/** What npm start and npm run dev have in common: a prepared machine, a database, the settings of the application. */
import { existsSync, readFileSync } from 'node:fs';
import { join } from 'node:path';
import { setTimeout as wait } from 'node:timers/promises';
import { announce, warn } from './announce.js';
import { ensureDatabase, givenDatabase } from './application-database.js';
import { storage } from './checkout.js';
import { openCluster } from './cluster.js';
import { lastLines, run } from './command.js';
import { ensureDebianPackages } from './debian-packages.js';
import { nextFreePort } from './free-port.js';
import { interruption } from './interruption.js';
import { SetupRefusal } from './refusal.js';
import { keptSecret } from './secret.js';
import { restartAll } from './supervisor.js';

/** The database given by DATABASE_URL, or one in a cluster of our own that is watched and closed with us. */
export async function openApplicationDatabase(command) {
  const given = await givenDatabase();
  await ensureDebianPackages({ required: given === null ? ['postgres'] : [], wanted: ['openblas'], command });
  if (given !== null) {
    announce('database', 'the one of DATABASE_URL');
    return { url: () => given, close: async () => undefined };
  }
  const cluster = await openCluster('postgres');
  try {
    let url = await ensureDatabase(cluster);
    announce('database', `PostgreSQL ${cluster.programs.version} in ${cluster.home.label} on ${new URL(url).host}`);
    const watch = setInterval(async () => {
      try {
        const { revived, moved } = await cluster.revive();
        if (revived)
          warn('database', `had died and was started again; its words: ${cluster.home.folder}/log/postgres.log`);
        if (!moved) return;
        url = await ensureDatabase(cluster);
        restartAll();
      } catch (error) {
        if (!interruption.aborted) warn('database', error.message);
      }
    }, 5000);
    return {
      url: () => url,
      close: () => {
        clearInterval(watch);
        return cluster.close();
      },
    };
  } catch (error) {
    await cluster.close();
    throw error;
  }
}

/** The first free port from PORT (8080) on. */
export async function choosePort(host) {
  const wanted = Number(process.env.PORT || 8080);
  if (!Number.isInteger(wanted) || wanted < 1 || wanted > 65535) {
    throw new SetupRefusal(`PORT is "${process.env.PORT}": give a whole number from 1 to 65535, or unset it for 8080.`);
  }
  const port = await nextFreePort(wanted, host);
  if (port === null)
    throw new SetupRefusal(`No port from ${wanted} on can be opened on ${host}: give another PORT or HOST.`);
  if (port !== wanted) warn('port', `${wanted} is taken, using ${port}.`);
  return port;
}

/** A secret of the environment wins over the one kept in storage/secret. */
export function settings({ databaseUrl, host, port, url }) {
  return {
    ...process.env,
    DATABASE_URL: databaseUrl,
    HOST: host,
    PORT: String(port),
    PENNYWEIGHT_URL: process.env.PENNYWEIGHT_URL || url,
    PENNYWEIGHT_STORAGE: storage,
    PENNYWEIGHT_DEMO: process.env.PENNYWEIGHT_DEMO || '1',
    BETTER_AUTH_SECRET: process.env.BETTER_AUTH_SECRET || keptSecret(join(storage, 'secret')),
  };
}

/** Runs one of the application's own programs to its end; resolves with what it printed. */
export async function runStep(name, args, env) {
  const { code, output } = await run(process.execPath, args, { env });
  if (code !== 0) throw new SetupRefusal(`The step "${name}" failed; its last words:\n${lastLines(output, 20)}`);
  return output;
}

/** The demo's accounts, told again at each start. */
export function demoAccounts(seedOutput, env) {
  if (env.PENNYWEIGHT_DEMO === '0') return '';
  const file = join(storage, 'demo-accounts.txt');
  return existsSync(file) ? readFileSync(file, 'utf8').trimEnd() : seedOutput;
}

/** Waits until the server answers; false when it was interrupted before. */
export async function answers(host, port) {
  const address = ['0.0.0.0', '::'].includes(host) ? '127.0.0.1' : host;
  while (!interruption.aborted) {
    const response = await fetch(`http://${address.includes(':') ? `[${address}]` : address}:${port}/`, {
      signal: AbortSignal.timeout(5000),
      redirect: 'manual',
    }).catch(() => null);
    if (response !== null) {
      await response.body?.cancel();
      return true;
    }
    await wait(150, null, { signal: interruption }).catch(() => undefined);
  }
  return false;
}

────────

• What the task requires
Whenever a line of the material holds the word "null", copy it out.

• Response to the exercise
  await ensureDebianPackages({ required: given === null ? ['postgres'] : [], wanted: ['openblas'], command });
  if (given !== null) {
  if (port === null)
    }).catch(() => null);
    if (response !== null) {
    await wait(150, null, { signal: interruption }).catch(() => undefined);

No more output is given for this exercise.